*Exercise description*: In the records below, the line with "note, decidedBy: tx.actor.personId" opens the range and the line with "throw refuse.closed('This dispute" closes it; print that range exactly and nothing else.

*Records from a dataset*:
================================
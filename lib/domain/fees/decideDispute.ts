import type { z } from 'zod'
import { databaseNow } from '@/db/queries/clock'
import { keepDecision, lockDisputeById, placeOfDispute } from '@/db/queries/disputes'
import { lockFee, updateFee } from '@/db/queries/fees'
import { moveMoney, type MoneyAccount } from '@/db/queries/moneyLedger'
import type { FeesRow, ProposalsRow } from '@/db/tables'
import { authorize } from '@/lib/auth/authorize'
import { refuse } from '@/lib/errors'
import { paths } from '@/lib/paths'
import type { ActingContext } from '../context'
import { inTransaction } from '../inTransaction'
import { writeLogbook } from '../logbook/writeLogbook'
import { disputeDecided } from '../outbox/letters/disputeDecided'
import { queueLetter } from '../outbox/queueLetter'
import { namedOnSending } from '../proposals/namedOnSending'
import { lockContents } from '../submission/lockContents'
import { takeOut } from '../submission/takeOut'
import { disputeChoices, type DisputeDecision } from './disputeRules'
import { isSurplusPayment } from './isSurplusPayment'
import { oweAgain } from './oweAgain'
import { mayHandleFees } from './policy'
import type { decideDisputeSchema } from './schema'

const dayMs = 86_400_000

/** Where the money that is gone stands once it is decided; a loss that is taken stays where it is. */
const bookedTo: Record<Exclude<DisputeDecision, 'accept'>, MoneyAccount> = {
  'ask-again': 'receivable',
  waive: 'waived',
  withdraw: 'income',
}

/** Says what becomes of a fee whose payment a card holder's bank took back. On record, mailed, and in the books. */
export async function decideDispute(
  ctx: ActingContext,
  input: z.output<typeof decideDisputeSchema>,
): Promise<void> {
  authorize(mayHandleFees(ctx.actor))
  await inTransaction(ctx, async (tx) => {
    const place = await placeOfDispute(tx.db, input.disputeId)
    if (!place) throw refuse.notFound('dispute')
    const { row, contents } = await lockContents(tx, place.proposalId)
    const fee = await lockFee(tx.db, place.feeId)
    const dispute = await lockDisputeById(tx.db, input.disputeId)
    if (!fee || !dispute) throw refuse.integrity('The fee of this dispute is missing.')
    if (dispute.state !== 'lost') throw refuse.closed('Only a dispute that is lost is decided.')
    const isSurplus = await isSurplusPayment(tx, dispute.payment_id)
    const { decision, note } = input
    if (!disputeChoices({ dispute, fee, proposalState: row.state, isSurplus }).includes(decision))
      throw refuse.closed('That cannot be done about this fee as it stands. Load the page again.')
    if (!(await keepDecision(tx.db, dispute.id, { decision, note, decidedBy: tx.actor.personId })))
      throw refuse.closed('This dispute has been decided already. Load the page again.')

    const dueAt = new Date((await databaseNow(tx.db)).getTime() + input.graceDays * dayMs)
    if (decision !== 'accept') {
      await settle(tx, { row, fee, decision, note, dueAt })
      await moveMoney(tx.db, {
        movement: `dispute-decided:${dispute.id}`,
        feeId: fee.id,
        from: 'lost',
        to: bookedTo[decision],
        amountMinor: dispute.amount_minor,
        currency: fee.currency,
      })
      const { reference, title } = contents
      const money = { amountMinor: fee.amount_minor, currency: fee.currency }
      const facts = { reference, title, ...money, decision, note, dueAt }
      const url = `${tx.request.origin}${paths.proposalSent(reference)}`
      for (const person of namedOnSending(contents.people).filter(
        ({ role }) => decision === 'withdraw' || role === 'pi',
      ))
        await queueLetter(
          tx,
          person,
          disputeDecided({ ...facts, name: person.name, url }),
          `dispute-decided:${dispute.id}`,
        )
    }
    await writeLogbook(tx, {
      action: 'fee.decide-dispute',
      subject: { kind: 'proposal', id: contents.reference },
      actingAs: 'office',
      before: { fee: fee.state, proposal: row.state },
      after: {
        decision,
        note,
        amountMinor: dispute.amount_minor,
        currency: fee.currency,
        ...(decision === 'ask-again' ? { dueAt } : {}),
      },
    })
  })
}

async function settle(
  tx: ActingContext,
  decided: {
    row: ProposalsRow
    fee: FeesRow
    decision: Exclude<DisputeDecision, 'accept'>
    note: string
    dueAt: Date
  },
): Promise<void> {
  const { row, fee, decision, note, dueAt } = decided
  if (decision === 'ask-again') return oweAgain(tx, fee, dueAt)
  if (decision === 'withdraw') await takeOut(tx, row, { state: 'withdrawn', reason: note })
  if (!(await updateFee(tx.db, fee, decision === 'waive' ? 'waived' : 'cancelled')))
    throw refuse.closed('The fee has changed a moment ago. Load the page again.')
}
================================
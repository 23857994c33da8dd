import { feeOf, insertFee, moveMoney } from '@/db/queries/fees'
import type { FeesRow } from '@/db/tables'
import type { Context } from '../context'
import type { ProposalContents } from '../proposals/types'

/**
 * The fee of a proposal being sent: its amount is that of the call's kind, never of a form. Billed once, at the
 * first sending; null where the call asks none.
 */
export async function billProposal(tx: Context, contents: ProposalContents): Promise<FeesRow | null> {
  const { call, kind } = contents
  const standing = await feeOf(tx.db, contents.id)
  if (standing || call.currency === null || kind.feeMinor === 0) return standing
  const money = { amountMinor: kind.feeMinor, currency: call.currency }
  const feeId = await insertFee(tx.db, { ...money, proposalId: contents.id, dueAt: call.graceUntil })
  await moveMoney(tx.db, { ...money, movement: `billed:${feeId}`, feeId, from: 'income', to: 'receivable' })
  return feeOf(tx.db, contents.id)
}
================================
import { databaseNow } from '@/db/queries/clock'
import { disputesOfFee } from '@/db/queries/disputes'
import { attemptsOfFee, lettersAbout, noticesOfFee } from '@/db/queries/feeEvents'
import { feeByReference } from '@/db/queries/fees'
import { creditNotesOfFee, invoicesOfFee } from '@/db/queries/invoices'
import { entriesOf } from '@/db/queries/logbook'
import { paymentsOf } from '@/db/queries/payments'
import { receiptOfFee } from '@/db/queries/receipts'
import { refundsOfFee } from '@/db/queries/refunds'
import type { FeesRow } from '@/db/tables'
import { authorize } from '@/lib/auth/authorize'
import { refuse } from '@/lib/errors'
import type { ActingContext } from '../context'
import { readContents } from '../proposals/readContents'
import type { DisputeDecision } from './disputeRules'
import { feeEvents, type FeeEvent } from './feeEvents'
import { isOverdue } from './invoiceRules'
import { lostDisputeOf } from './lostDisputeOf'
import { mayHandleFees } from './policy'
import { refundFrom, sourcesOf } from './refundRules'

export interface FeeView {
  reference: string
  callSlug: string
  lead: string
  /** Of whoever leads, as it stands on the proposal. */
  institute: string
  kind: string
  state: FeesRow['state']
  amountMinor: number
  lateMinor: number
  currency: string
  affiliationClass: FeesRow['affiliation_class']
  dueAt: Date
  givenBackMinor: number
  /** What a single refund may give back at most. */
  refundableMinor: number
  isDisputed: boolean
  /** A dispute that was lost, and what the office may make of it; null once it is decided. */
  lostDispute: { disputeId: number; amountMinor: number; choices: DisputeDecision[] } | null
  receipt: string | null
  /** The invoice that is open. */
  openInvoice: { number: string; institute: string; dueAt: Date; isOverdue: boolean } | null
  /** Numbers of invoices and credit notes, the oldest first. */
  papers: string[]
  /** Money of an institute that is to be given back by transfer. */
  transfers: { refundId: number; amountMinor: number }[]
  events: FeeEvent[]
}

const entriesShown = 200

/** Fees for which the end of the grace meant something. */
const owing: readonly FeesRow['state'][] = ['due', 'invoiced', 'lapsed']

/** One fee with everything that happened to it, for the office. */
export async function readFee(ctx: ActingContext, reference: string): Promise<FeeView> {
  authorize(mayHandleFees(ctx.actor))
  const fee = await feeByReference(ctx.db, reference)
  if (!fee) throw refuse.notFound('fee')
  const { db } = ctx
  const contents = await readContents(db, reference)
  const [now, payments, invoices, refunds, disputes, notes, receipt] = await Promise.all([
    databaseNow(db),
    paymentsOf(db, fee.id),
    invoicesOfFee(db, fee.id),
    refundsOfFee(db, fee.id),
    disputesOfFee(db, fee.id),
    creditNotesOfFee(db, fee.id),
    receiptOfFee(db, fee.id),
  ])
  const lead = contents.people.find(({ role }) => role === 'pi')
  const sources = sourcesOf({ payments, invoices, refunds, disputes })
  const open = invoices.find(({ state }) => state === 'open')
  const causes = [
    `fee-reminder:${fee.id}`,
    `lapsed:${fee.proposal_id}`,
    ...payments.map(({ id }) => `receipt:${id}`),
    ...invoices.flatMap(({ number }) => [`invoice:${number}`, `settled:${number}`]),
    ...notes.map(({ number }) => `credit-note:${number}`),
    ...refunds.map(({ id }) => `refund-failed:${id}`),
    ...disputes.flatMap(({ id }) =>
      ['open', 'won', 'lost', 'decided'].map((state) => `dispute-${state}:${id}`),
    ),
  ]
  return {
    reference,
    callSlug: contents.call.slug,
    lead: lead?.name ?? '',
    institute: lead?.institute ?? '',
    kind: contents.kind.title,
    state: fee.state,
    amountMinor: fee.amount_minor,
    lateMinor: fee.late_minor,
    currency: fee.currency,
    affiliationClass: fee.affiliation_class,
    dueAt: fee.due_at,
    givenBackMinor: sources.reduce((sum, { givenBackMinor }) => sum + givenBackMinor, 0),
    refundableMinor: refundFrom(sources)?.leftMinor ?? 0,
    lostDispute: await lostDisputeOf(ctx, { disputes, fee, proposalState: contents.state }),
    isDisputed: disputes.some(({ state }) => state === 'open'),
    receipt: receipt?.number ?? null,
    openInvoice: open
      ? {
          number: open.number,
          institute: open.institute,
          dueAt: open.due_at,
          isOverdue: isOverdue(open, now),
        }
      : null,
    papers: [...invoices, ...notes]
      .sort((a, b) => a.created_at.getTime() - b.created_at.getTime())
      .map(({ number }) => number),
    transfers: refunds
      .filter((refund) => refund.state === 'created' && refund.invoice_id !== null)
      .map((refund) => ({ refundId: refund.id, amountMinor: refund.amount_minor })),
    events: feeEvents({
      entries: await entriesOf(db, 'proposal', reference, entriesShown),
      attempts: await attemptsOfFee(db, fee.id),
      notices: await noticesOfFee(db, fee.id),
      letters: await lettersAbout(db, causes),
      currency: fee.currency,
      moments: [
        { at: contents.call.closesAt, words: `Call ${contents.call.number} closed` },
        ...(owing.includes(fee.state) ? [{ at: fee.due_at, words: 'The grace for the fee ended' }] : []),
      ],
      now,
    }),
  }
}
================================
*Result of this exercise*:
    if (!(await keepDecision(tx.db, dispute.id, { decision, note, decidedBy: tx.actor.personId })))
      throw refuse.closed('This dispute has been decided already. Load the page again.')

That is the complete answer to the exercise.